Wireless innovations Next-generation
Online Workshop (WiNOW)
3-6 November, 2025 // Virtual
Haejoon Jung
Kyung Hee University
Haejoon Jung received the Ph.D. degree from the Georgia Institute of Technology (Georgia Tech), Atlanta, GA, USA, in 2014. From 2014 to 2016, he was a Wireless Systems Engineer at Apple, Cupertino, CA, USA. From 2016 to 2021, he was with Incheon National University, Incheon, South Korea. Since September 2021, he has been with the Department of Electronic Engineering, Kyung Hee University, as a Full Professor. His research interests include communication theory, wireless communications, and wireless power transfer. He was a recipient of the Haedong Young Scholar Award from the Korean Institute of Communications and Information Sciences (KICS) in 2022 and a co-recipient of the IEEE/KICS Journal of Communications and Networks (JCN) Best Paper Award in 2024. He serves as an Editor for IEEE Communications Surveys & Tutorials, IEEE Transactions on Communications, IEEE Transactions on Vehicular Technology, IEEE、Transactions on Aerospace and Electronic Systems, IEEE Communications Letters, IEEE Wireless Communications Letters, and ICT Express.

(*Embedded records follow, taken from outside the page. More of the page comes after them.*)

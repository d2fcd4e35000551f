import { spawn } from 'node:child_process';
import { join } from 'node:path';
import { afterAll, beforeAll, describe, expect, it } from 'vitest';
import { waitUntil } from '@/scripts/platform/processes.mjs';
import { processesOf } from '../helpers/server';
import { startServer } from '../helpers/start-server';

/** The one that other tests share must not be killed. */
let server: Awaited<ReturnType<typeof startServer>>;
beforeAll(async () => {
  server = await startServer('supervised');
});
afterAll(() => server?.stop());

const isHealthy = () =>
  fetch(`${server.baseUrl}/api/health`).then(
    ({ status }) => status === 200,
    () => false,
  );

async function restartAfterKill(name: string): Promise<boolean> {
  const killed = processesOf(server)[name]!;
  process.kill(killed, 'SIGKILL');
  const isBack = () => {
    const pid = processesOf(server)[name];
    return typeof pid === 'number' && pid !== killed;
  };
  return waitUntil(isBack, 10_000);
}

function startAgain(env: Record<string, string>): Promise<{ code: number | null; printed: string }> {
  const child = spawn(process.execPath, [join(process.cwd(), 'scripts', 'start.mjs')], {
    cwd: '/',
    env: { ...process.env, BEADLINE_DEMO: '0', ...env },
  });
  let printed = '';
  child.stdout.on('data', (text) => (printed += text));
  child.stderr.on('data', (text) => (printed += text));
  return new Promise((resolve) => child.on('close', (code) => resolve({ code, printed })));
}

describe('the running product', () => {
  it('a killed web server answers again within fifteen seconds', async () => {
    expect(await restartAfterKill('web')).toBe(true);
    expect(await waitUntil(isHealthy, 15_000)).toBe(true);
  });

  it('a killed worker is started again and the health stays good or becomes good again', async () => {
    expect(await restartAfterKill('worker-1')).toBe(true);
    expect(await waitUntil(isHealthy, 30_000)).toBe(true);
  });

  it('a second start on the same data folder is refused in one sentence', async () => {
    const { code, printed } = await startAgain({ BEADLINE_DATA: server.dataDir, PORT: '1' });
    expect(code).toBe(1);
    expect(printed).toMatch(/^Beadline already runs on .* \(process \d+, http:\/\/127\.0\.0\.1:\d+\)\.\n$/);
  });

  it('a start on a port that is taken is refused in one sentence', async () => {
    const { port } = new URL(server.baseUrl);
    const elsewhere = join(server.dataDir, 'second');
    const { code, printed } = await startAgain({ BEADLINE_DATA: elsewhere, PORT: port });
    expect(code).toBe(1);
    expect(printed).toBe(`Port ${port} is in use by another program: set PORT to a free one.\n`);
  });
});
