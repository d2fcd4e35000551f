import { afterAll, beforeAll, describe, expect, it } from 'vitest';
import type { ProblemView } from '@/lib/views/common';
import { closeDatabase } from '@/models/database';
import { sharedServer } from '../helpers/server';
import { makeTestLab, type LabPerson } from '../helpers/test-lab';

const { baseUrl, databaseUrl } = sharedServer();
let person: LabPerson;

beforeAll(async () => {
  person = (await makeTestLab(databaseUrl)).people.experimentalist;
});
afterAll(closeDatabase);

const get = (path: string, headers: Record<string, string> = {}) =>
  fetch(`${baseUrl}${path}`, { headers, redirect: 'manual' });

/** Cookies of answers, as a browser would send them back. */
class Jar {
  private readonly cookies = new Map<string, string>();
  take(response: Response): Response {
    for (const line of response.headers.getSetCookie()) {
      const [name, value] = line.split(';')[0].split(/=(.*)/s);
      this.cookies.set(name, value);
    }
    return response;
  }
  get header(): string {
    return [...this.cookies].map(([name, value]) => `${name}=${value}`).join('; ');
  }
}

async function signIn(jar: Jar, email: string, password: string): Promise<Response> {
  const { csrfToken } = (await jar.take(await get('/api/auth/csrf')).json()) as { csrfToken: string };
  const body = new URLSearchParams({ csrfToken, email, password, json: 'true' });
  const headers = { cookie: jar.header };
  const init = { method: 'POST', headers, body, redirect: 'manual' } as const;
  return jar.take(await fetch(`${baseUrl}/api/auth/callback/credentials`, init));
}

describe('signing in over HTTP', () => {
  it('sets a cookie that scripts can’t read and that opens pages and API', async () => {
    const jar = new Jar();
    const response = await signIn(jar, person.email, person.password);
    expect(response.status).toBe(200);
    const session = response.headers.getSetCookie().find((line) => line.startsWith('beadline-session='));
    expect(session).toMatch(/; Path=\/; Expires=.*; HttpOnly; SameSite=Lax/);
    const me = await get('/api/v1/me', { cookie: jar.header });
    expect(((await me.json()) as { email: string }).email).toBe(person.email);
    expect((await get('/campaigns', { cookie: jar.header })).status).toBe(200);
  });

  it('what the browser can read of a session is when it ends', async () => {
    const jar = new Jar();
    await signIn(jar, person.email, person.password);
    const session = await get('/api/auth/session', { cookie: jar.header });
    expect(Object.keys((await session.json()) as object)).toEqual(['expires']);
  });

  it('after too many tries answers 429 with the time to wait', async () => {
    const jar = new Jar();
    const statuses: number[] = [];
    let wait: string | null = null;
    for (let i = 0; i < 6; i++) {
      const response = await signIn(jar, 'someone-else@lab.test', 'wrong');
      statuses.push(response.status);
      wait = response.headers.get('retry-after');
    }
    expect(statuses).toEqual([401, 401, 401, 401, 401, 429]);
    expect(Number(wait)).toBeGreaterThan(0);
  });

  it('a page without signing in leads to the sign-in page', async () => {
    const response = await get('/campaigns');
    expect([307, 303, 302]).toContain(response.status);
    expect(response.headers.get('location')).toContain('/sign-in');
  });
});

describe('an icon', () => {
  it('stands where browsers look for it when no page names one, as beside a file', async () => {
    const response = await get('/favicon.ico');
    expect(response.status).toBe(200);
    // Microsoft's ICO container: reserved 0, type 1, three pictures.
    expect([...new Uint16Array(await response.arrayBuffer(), 0, 3)]).toEqual([0, 1, 3]);
  });
});

describe('every answer', () => {
  it.each([
    '/sign-in',
    '/nowhere',
    '/favicon.svg',
    '/api/v1/me',
    '/api/health',
    '/api/v1/uploads',
    '/api/v1/nothing',
  ])('of %s carries the headers of security', async (path) => {
    const { headers } = await get(path);
    const policy = headers.get('content-security-policy')!;
    for (const part of [
      "object-src 'none'",
      "base-uri 'none'",
      "frame-ancestors 'none'",
      "form-action 'self'",
    ]) {
      expect(policy.split('; ')).toContain(part);
    }
    expect(headers.get('x-content-type-options')).toBe('nosniff');
    expect(headers.get('referrer-policy')).toBe('strict-origin-when-cross-origin');
    expect(headers.get('cross-origin-opener-policy')).toBe('same-origin');
    expect(headers.get('cross-origin-resource-policy')).toBe('same-origin');
    expect(headers.get('permissions-policy')).toBe('camera=(), microphone=(), geolocation=()');
    expect(headers.get('strict-transport-security')).toBe('max-age=31536000; includeSubDomains');
    expect(headers.get('x-powered-by')).toBeNull();
  });

  // Content Security Policy Level 3, sections 6.7.1 and 8.2: with a nonce and 'strict-dynamic' a script
  // that somebody smuggled into a page does not run.
  it('that is a page lets only scripts with its own nonce run, and marks all of its own', async () => {
    const jar = new Jar();
    await signIn(jar, person.email, person.password);
    const nonces = new Set<string>();
    for (const path of ['/sign-in', '/', '/campaigns', '/account', '/nowhere', '/campaigns']) {
      const response = await get(path, path === '/sign-in' ? {} : { cookie: jar.header });
      const policy = response.headers.get('content-security-policy')!;
      const scripts = policy.split('; ').find((part) => part.startsWith('script-src '))!;
      const [, nonce] =
        /^script-src 'self' 'nonce-([A-Za-z0-9+/]{22}==)' 'strict-dynamic'$/.exec(scripts) ?? [];
      expect([path, nonce]).toEqual([path, expect.any(String)]);
      const tags = (await response.text()).match(/<script\b[^>]*>/g) ?? [];
      expect(tags.length).toBeGreaterThan(0);
      for (const tag of tags) expect(tag).toContain(`nonce="${nonce}"`);
      nonces.add(nonce!);
    }
    expect(nonces.size).toBe(6);
  });

  it('that is no page may run nothing at all', async () => {
    const { headers } = await get('/api/v1/me');
    expect(headers.get('content-security-policy')).toMatch(/^default-src 'none'; /);
    expect(headers.get('content-security-policy')).not.toContain('script-src');
  });

  it('of the API is kept by no cache', async () => {
    const response = await get('/api/v1/me', { authorization: `Bearer ${person.token}` });
    expect(response.headers.get('cache-control')).toBe('private, no-store');
    expect(response.headers.get('x-request-id')).toMatch(/^[0-9a-f-]{36}$/);
  });

  it.each([
    ['GET', '/api/v1/nothing', 404, 'NOT_FOUND'],
    ['POST', '/api/nothing/at/all', 404, 'NOT_FOUND'],
    ['PUT', '/api/v1/me', 405, 'METHOD'],
    ['DELETE', '/api/v1/campaigns', 405, 'METHOD'],
  ])('to %s %s is a problem document', async (method, path, status, code) => {
    const response = await fetch(`${baseUrl}${path}`, {
      method,
      headers: { authorization: `Bearer ${person.token}` },
    });
    expect(response.headers.get('content-type')).toBe('application/problem+json');
    expect([response.status, ((await response.json()) as ProblemView).code]).toEqual([status, code]);
  });
});

it('the health route says that database, queue and workers are there', async () => {
  const response = await get('/api/health');
  expect(response.status).toBe(200);
  expect(await response.json()).toEqual({
    status: 'up',
    database: 'up',
    queue: 'up',
    storage: 'up',
    workers: 2,
  });
});
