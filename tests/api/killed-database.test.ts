import { chmodSync, mkdtempSync, readFileSync, rmSync } from 'node:fs';
import { readFile } from 'node:fs/promises';
import { tmpdir } from 'node:os';
import { join } from 'node:path';
import { afterAll, beforeAll, describe, expect, it } from 'vitest';
import { newId } from '@/lib/ids';
import type { AnalysisView, TrackWindowView } from '@/lib/views/analysis-view';
import type { CorrectionList, CorrectionsStored } from '@/lib/views/correction-view';
import type { RecordingView } from '@/lib/views/recording-view';
import { closeDatabase } from '@/models/database';
import { onDatabase } from '@/scripts/endure/database';
import { privateDatabaseUrl, readSecrets } from '@/scripts/platform/secrets.mjs';
import { uploadStack } from '../helpers/analysed-recording';
import { ApiScript, breakUpload, createUpload, patchUpload, uploadOffset } from '../helpers/api-client';
import { patiently } from '../helpers/patiently';
import { makeSmallDisk, mayMount, type SmallDisk } from '../helpers/small-disk';
import { smallConditions, writeSmallStack } from '../helpers/small-stack';
import { startProduct, type Product } from '../helpers/start-product';
import { makeTestLab } from '../helpers/test-lab';
import { until } from '../helpers/until';

// A product of its own with its private cluster: the one that other tests share must not be killed.

const SLOW = { withinMs: 180_000, everyMs: 100 };
/** A segment of the log of PostgreSQL, bytes. */
const SEGMENT = 16 * 2 ** 20;

let disk: SmallDisk | null = null;
let dataDir: string;
let product: Product;
let databaseUrl: string;
let script: ApiScript;
let runId: string;
let stack: string;
/** What a calm day gives: tracks as linked, and as corrected. */
let calm: { raw: string; corrected: string };

beforeAll(async () => {
  // In memory where that is possible, so that it can be filled to the last byte.
  if (mayMount) disk = makeSmallDisk(512);
  dataDir = disk?.folder ?? mkdtempSync(join(process.env.TEST_FOLDER ?? tmpdir(), 'killed-'));
  if (!disk) chmodSync(dataDir, 0o711);
  product = await startProduct({ BEADLINE_DATA: dataDir, workers: 2, BEADLINE_LIMIT_QUIET_SECONDS: '1' });
  databaseUrl = privateDatabaseUrl(readSecrets(dataDir)!);
  const lab = await makeTestLab(databaseUrl);
  await closeDatabase();
  script = new ApiScript(product.baseUrl, lab.people.experimentalist.token);
  ({ stack } = await writeSmallStack());
  const campaign = await script.post<{ id: string }>('/api/v1/campaigns', { name: 'Faults' });
  const run = { name: 'Run 1', drive: 'counterflow', ...smallConditions };
  runId = (await script.post<{ id: string }>(`/api/v1/campaigns/${campaign.id}/runs`, run)).id;
  const recording = await uploadStack(script, runId, stack);
  const id = await analyse(recording.id);
  await finished(id);
  const raw = await tracks(id, '?corrections=none');
  for (const kind of ['split', 'reclass'] as const) await correct(id, kind);
  calm = { raw, corrected: await measuredAgain(id) };
  expect(calm.corrected).not.toBe(calm.raw);
}, 300_000);

afterAll(async () => {
  await product?.stop();
  if (disk) disk.remove();
  else rmSync(dataDir, { recursive: true, force: true });
});

const postgres = (): number | null => {
  const { children } = JSON.parse(readFileSync(join(dataDir, 'running.json'), 'utf8')) as {
    children: { name: string; pid: number | null }[];
  };
  return children.find(({ name }) => name === 'postgres')?.pid ?? null;
};
const killDatabase = () => process.kill(postgres()!, 'SIGKILL');

const analyse = async (recordingId: string) =>
  (await script.post<AnalysisView>(`/api/v1/recordings/${recordingId}/analyses`, { recipe: {} })).id;
const look = (id: string) => patiently(() => script.json<AnalysisView>(`/api/v1/analyses/${id}`));
const tracks = (id: string, query = '') =>
  patiently(() => script.text(`/api/v1/analyses/${id}/tracks.csv${query}`));

async function finished(id: string): Promise<void> {
  const end = await until(
    () => look(id),
    ({ state }) => ['done', 'failed', 'stopped'].includes(state),
    SLOW,
  );
  expect(end).toMatchObject({ state: 'done', error: null });
}

async function measuredAgain(id: string): Promise<string> {
  await until(
    () => look(id),
    ({ staleSince }) => staleSince === null,
    SLOW,
  );
  return tracks(id);
}

/** One correction of the longest track there is, sent as an editor does until there is an answer. */
async function correct(id: string, kind: 'split' | 'reclass'): Promise<CorrectionsStored> {
  const path = `/api/v1/analyses/${id}`;
  const {
    tracks: numbers,
    firstFrame,
    lastFrame,
  } = await patiently(() => script.json<TrackWindowView>(`${path}/tracks?from=0&to=47`));
  const lengths = numbers.map((_, i) => lastFrame![i] - firstFrame![i]);
  const i = lengths.indexOf(Math.max(...lengths));
  const body =
    kind === 'split'
      ? { kind, track: numbers[i], frame: (firstFrame![i] + lastFrame![i]) >> 1 }
      : { kind, track: numbers[i], population: 'undecided' };
  const { revision } = await patiently(() => script.json<CorrectionList>(`${path}/corrections?limit=1`));
  const headers = {
    'Content-Type': 'application/json',
    'Idempotency-Key': newId(),
    'If-Match': `"${revision}"`,
  };
  return patiently(() =>
    script.json<CorrectionsStored>(`${path}/corrections`, {
      method: 'POST',
      headers,
      body: JSON.stringify(body),
    }),
  );
}

describe('PostgreSQL killed by SIGKILL', () => {
  let recordingId: string;
  let analysisId: string;

  it('in the middle of an upload: it goes on from what was acknowledged', async () => {
    const bytes = new Uint8Array(await readFile(stack));
    const half = Math.floor(bytes.length / 2);
    const upload = await createUpload(script, bytes.length, { filename: 'cut.tif', run: runId });
    ({ recordingId } = upload);
    expect((await patchUpload(script, upload.location, 0, bytes.slice(0, 10_000))).status).toBe(204);
    const sending = breakUpload(script, upload.location, 10_000, bytes.subarray(10_000), half);
    killDatabase();
    await sending;
    // Every piece is asked for and sent again until the server says that all are there.
    for (let offset = 0; offset < bytes.length;) {
      offset = await patiently(async () => {
        const at = await uploadOffset(script, upload.location);
        expect(at).toBeGreaterThanOrEqual(10_000);
        const answer = await patchUpload(script, upload.location, at, bytes.slice(at));
        if (answer.status !== 204) throw new Error(await answer.text());
        return Number(answer.headers.get('Upload-Offset'));
      });
    }
    const end = await until(
      () => patiently(() => script.json<RecordingView>(`/api/v1/recordings/${recordingId}`)),
      ({ state }) => state === 'ready' || state === 'refused',
      SLOW,
    );
    expect(end).toMatchObject({ state: 'ready', frames: 48 });
  }, 240_000);

  it('in the middle of detection: the analysis finishes by itself with the same tracks', async () => {
    analysisId = await patiently(() => analyse(recordingId));
    await until(
      () => look(analysisId),
      ({ stage }) => stage !== 'measure-image',
      SLOW,
    );
    killDatabase();
    await finished(analysisId);
    expect(await tracks(analysisId, '?corrections=none')).toBe(calm.raw);
  }, 240_000);

  it('in the middle of a correction: it is stored once, and the tables are those of a calm day', async () => {
    for (const kind of ['split', 'reclass'] as const) {
      const storing = correct(analysisId, kind);
      // The second kill falls at another moment of the request than the first.
      if (kind === 'reclass') await new Promise((resolve) => setTimeout(resolve, 15));
      killDatabase();
      await storing;
      await patiently(() => script.json('/api/v1/me'));
    }
    const log = await script.json<CorrectionList>(`/api/v1/analyses/${analysisId}/corrections?limit=200`);
    expect(log.items.map(({ kind }) => kind).sort()).toEqual(['reclass', 'split']);
    expect(await measuredAgain(analysisId)).toBe(calm.corrected);
    expect(await tracks(analysisId, '?corrections=none')).toBe(calm.raw);
  }, 240_000);

  it.skipIf(!mayMount)(
    'F8 a disk of the database that is full: 503 with a time, every acknowledged row stays, and work goes on once there is room',
    async () => {
      const make = async (name: string) => {
        const headers = { 'Content-Type': 'application/json', 'Idempotency-Key': newId() };
        const body = JSON.stringify({ name, description: 'x'.repeat(1000) });
        return script.request('/api/v1/campaigns', { method: 'POST', headers, body });
      };
      const acknowledged: string[] = [];
      // Less room than the next segment of its log needs: it stops when the present one is full.
      disk!.leave(SEGMENT / 4);
      let refused: Response | null = null;
      for (let n = 0; !refused && n < 200; n++) {
        const answer = await make(`Campaign ${n}`);
        if (answer.status === 201) acknowledged.push(((await answer.json()) as { id: string }).id);
        else refused = answer;
        await onDatabase(
          databaseUrl,
          `SELECT pg_logical_emit_message(false, 'test', repeat('x', 1000000))`,
        ).catch(() => undefined);
      }
      expect(acknowledged.length).toBeGreaterThan(0);
      expect([refused?.status, refused?.headers.get('retry-after')]).toEqual([503, '5']);
      expect(((await refused!.json()) as { code: string }).code).toBe('UNAVAILABLE');
      disk!.clear();
      for (const id of acknowledged) await patiently(() => script.json(`/api/v1/campaigns/${id}`));
      await patiently(async () => expect((await make('After')).status).toBe(201));
      expect(await tracks(analysisId)).toBe(calm.corrected);
    },
    240_000,
  );
});
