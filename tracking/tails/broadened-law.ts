/**
 * A power law v^-alpha above `from` as it is seen through localization noise. With the noise of a velocity component,
 * r.m.s. sigma, far below v, its density is v^-alpha (1 + a s^2 / u^2 + b s^4 / u^4), u = v / from, s = sigma / from:
 * the first terms of the expansion of a convolution with a Gaussian, f + sigma^2 f'' / 2 + sigma^4 f'''' / 8. Left out,
 * noise of a seventh of where a tail begins makes an exponent of 3 look like 3.08.
 */
export interface NoisyLaw {
  alpha: number;
  /** Factors of u^-2 and u^-4 in the density. */
  second: number;
  fourth: number;
  /** Integral of the density over u from 1 on, before it is made 1. */
  norm: number;
}

/** What the noise of a size is of: one component, or both of them together, as of a speed. */
export type SizeKind = 'component' | 'speed';

/** @param noiseShare s, noise over where the law begins; 0 for none. */
export function noisyLaw(alpha: number, noiseShare: number, kind: SizeKind): NoisyLaw {
  const s2 = noiseShare * noiseShare;
  // Of a speed the Laplacian of r^-(alpha + 1), the density per area, stands in for the second derivative.
  const isSpeed = kind === 'speed';
  const second = isSpeed ? (s2 * (alpha + 1) ** 2) / 2 : (s2 * alpha * (alpha + 1)) / 2;
  const fourth = isSpeed
    ? (s2 * (alpha + 1) * (alpha + 3)) ** 2 / 8
    : (s2 * s2 * alpha * (alpha + 1) * (alpha + 2) * (alpha + 3)) / 8;
  const norm = 1 / (alpha - 1) + second / (alpha + 1) + fourth / (alpha + 3);
  return { alpha, second, fourth, norm };
}

/** Share of the law beyond u = v / from >= 1, given u^-2 and u^(1 - alpha). */
export const shareBeyond = (
  { alpha, second, fourth, norm }: NoisyLaw,
  perSquare: number,
  power: number,
): number =>
  (power * (1 / (alpha - 1) + perSquare * (second / (alpha + 1) + (perSquare * fourth) / (alpha + 3)))) /
  norm;

/** Inverse of the mean of ln u under the law of the exponent 1 + x; grows nearly as x. */
function perMeanLn(x: number, noiseShare: number, kind: SizeKind): number {
  const { alpha, second, fourth, norm } = noisyLaw(1 + x, noiseShare, kind);
  return norm / (1 / (x * x) + second / (alpha + 1) ** 2 + fourth / (alpha + 3) ** 2);
}

const ROUNDS = 30;
const EXACT = 1e-9;
/** Laws that fall more slowly than this above 1 have next to no mean. */
const LEAST = 1e-3;

/**
 * Exponent at which the law has a given mean of ln(v / from), by the secant rule: without noise 1 + 1 / mean, the
 * estimate of maximum likelihood.
 *
 * @returns Infinity where the mean is 0.
 */
export function exponentOf(mean: number, noiseShare: number, kind: SizeKind): number {
  if (!(mean > 0)) return Infinity;
  const wanted = 1 / mean;
  if (!(noiseShare > 0)) return 1 + wanted;
  let x = wanted;
  let value = perMeanLn(x, noiseShare, kind);
  let slope = value / x;
  for (let round = 0; round < ROUNDS; round++) {
    const next = Math.max(LEAST, x + (wanted - value) / slope);
    const step = next - x;
    if (Math.abs(step) < EXACT) return 1 + next;
    const there = perMeanLn(next, noiseShare, kind);
    if (there !== value) slope = (there - value) / step;
    x = next;
    value = there;
  }
  return 1 + x;
}
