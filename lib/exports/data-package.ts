import { schemaType, type Column, type TableDefinition } from './column';
import { citationText } from './citation';
import { licenceOf } from './licences';
import { orcidUrl } from './orcid';
import { endingOf, mediaTypeOf, type PackedFile } from './packed-file';
import type { ExportPlan } from './plan';

/**
 * `datapackage.json`: a Data Package with a Table Schema for every CSV file (Frictionless Data specifications 1,
 * "Data Package", "Tabular Data Resource", "Table Schema"). `unit` of a field is ours.
 */
export function dataPackage(plan: ExportPlan, files: readonly PackedFile[]): Record<string, unknown> {
  const licence = licenceOf(plan.licence);
  return {
    profile: 'data-package',
    name: packageName(plan),
    title: plan.title,
    ...(plan.description ? { description: plan.description } : {}),
    created: `${plan.date}T00:00:00Z`,
    citation: citationText(plan),
    licenses: [
      licence.url.startsWith('#')
        ? { name: licence.id, title: licence.name, path: 'README.md' }
        : { name: licence.id, title: licence.name, path: licence.url },
    ],
    ...(plan.contributors.length > 0 ? { contributors: plan.contributors.map(contributor) } : {}),
    keywords: ['superfluid helium', 'quantum turbulence', 'particle tracking', 'quantized vortices'],
    resources: files.map(resource),
  };
}

/** Lower case letters, digits and hyphens, as names of packages and resources must be. */
export const slug = (text: string): string =>
  text
    .normalize('NFKD')
    .toLowerCase()
    .replace(/[^a-z0-9]+/g, '-')
    .replace(/^-+|-+$/g, '')
    .slice(0, 60);

export const packageName = ({ title }: Pick<ExportPlan, 'title'>): string => slug(title) || 'data-package';

const contributor = ({ name, orcid, affiliation }: ExportPlan['contributors'][number]) => ({
  title: name,
  role: 'author',
  ...(orcid ? { path: orcidUrl(orcid) } : {}),
  ...(affiliation ? { organization: affiliation } : {}),
});

function resource({ path, bytes, sha256, title, table }: PackedFile): Record<string, unknown> {
  const base = {
    name: slug(path.replaceAll('.', '-')),
    path,
    title,
    format: endingOf(path),
    mediatype: mediaTypeOf(path),
    bytes,
    hash: `sha256:${sha256}`,
  };
  if (!table || !path.endsWith('.csv')) return base;
  return {
    ...base,
    profile: 'tabular-data-resource',
    description: table.description,
    encoding: 'utf-8',
    dialect: { delimiter: ',', lineTerminator: '\r\n', quoteChar: '"', doubleQuote: true, header: true },
    schema: tableSchema(table),
  };
}

export const tableSchema = ({ columns, key }: TableDefinition) => ({
  fields: columns.map(field),
  primaryKey: [...key],
  missingValues: [''],
});

function field(column: Column) {
  const { name, unit, description, categories } = column;
  return {
    name,
    type: schemaType(column),
    description,
    ...(unit ? { unit } : {}),
    ...(categories ? { constraints: { enum: [...categories] } } : {}),
  };
}
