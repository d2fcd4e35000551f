/** Density (alpha - 1) / from * (v / from)^-alpha above `from`. */
export interface PowerLawTail {
  alpha: number;
  /** Where the tail begins, m/s. */
  fromMS: number;
  /** Samples in the tail. */
  samples: number;
  /** Largest distance of the distribution functions of data and law (Kolmogorov & Smirnov). */
  distance: number;
}

/** Fewer samples say nothing of a tail. */
export const TAIL_SAMPLES_LEAST = 100;
/** Beginnings that are tried, evenly spread over the logarithm of the number of samples in the tail. */
const TRIED = 60;
/** A tail is the smaller part: beginnings below this share of the samples are its body. */
const TAIL_SHARE_MOST = 0.5;

/** How many of so many samples can make a tail at most. */
export const mostInTail = (samples: number): number => Math.floor(TAIL_SHARE_MOST * samples);

/**
 * Power-law tail by maximum likelihood, alpha = 1 + n / sum ln(v / from), beginning where data and law
 * are closest (Clauset, Shalizi & Newman, SIAM Rev. 51, 661, 2009).
 *
 * @param sizeMS descending; sizes beyond the larger half, or below `leastMS`, may be left out.
 * @param of how many samples they are the largest.
 * @param leastMS the tail may not begin below it, so that noise can't make it.
 * @returns null with fewer than 100 samples above that.
 */
export function fitPowerLawTail(
  sizeMS: Float64Array,
  leastMS: number,
  of = sizeMS.length,
): PowerLawTail | null {
  let most = Math.min(sizeMS.length, mostInTail(of));
  while (most > 0 && sizeMS[most - 1] < leastMS) most--;
  if (most < TAIL_SAMPLES_LEAST) return null;
  // Sums of logarithms from the largest on: every beginning is then a subtraction away.
  const lnSum = new Float64Array(most + 1);
  for (let k = 0; k < most; k++) lnSum[k + 1] = lnSum[k] + Math.log(sizeMS[k]);
  let best: PowerLawTail | null = null;
  let before = 0;
  for (let t = 0; t <= TRIED; t++) {
    const samples = Math.round(TAIL_SAMPLES_LEAST * (most / TAIL_SAMPLES_LEAST) ** (t / TRIED));
    if (samples === before) continue;
    before = samples;
    const fromMS = sizeMS[samples - 1];
    const alpha = tailExponent(lnSum[samples], samples, fromMS);
    if (!Number.isFinite(alpha)) continue;
    const distance = farthest(sizeMS, samples, fromMS, alpha);
    if (!best || distance < best.distance) best = { alpha, fromMS, samples, distance };
  }
  return best;
}

/** Exponent of the samples at and above a beginning; Infinity where all are equal. */
export function tailExponent(lnSum: number, samples: number, fromMS: number): number {
  return 1 + samples / (lnSum - samples * Math.log(fromMS));
}

function farthest(sizeMS: Float64Array, samples: number, fromMS: number, alpha: number): number {
  let most = 0;
  for (let k = 0; k < samples; k++) {
    const above = (sizeMS[k] / fromMS) ** (1 - alpha);
    // The empirical share above steps from k / n to (k + 1) / n at this sample.
    most = Math.max(most, Math.abs(above - k / samples), Math.abs(above - (k + 1) / samples));
  }
  return most;
}
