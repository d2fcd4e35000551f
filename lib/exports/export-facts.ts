/** Formats of tables in a package. */
export const EXPORT_FORMATS = ['csv', 'hdf5', 'parquet', 'npz'] as const;
export type ExportFormat = (typeof EXPORT_FORMATS)[number];

export const EXPORT_STATES = ['waiting', 'running', 'done', 'failed', 'stopped', 'expired'] as const;
export type ExportState = (typeof EXPORT_STATES)[number];

/** Stages of building a package, in order. */
export const EXPORT_STAGES = ['collect', 'tables', 'figures', 'package', 'done'] as const;
export type ExportStage = (typeof EXPORT_STAGES)[number];

/** Where each stage begins and ends on the way from 0 to 1: about its share of the time. */
const SPAN: Record<ExportStage, [number, number]> = {
  collect: [0, 0.02],
  tables: [0.02, 0.8],
  figures: [0.8, 0.9],
  package: [0.9, 1],
  done: [1, 1],
};

/** Progress of the whole when `share` of a stage is done. */
export function exportProgress(stage: ExportStage, share: number): number {
  const [from, to] = SPAN[stage];
  return from + (to - from) * Math.min(1, Math.max(0, share));
}

/** Analyses that one package may hold. */
export const EXPORT_ANALYSES_MOST = 200;
/** A package is kept for so many days. */
export const EXPORT_DAYS = 30;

Talk Title: Secure Over-the-Air Computation with Distributed Null-Steering Beamformer
Over-the-air computation (AirComp) enables spectral-efficient aggregation of information in large Internet of Things (IoT) systems by utilizing the inherent signal superposition property of wireless channels. However, real-world implementations AirComp systems are vulnerable to practical imperfections, such as the erroneous estimation of channel state information (CSI) and receiver location information (LI). These impairments can significantly degrade AirComp network performance and compromise physical layer security (PLS) measures. Therefore, in this talk, we consider distributed null-steering as a PLS technique for three-dimensional (3D) UAV-enabled AirComp systems and analyze the impact of imperfect CSI and LI estimation errors on the performance of distributed null-steering-based PLS in AirComp networks. Additionally, we emphasize the effectiveness of null-steering-based PLS techniques in AirComp networks and the sensitivity of related parameters. Furthermore, our findings demonstrate the system efficiency requirements regarding CSI and LI errors to ensure secure and reliable AirComp communication.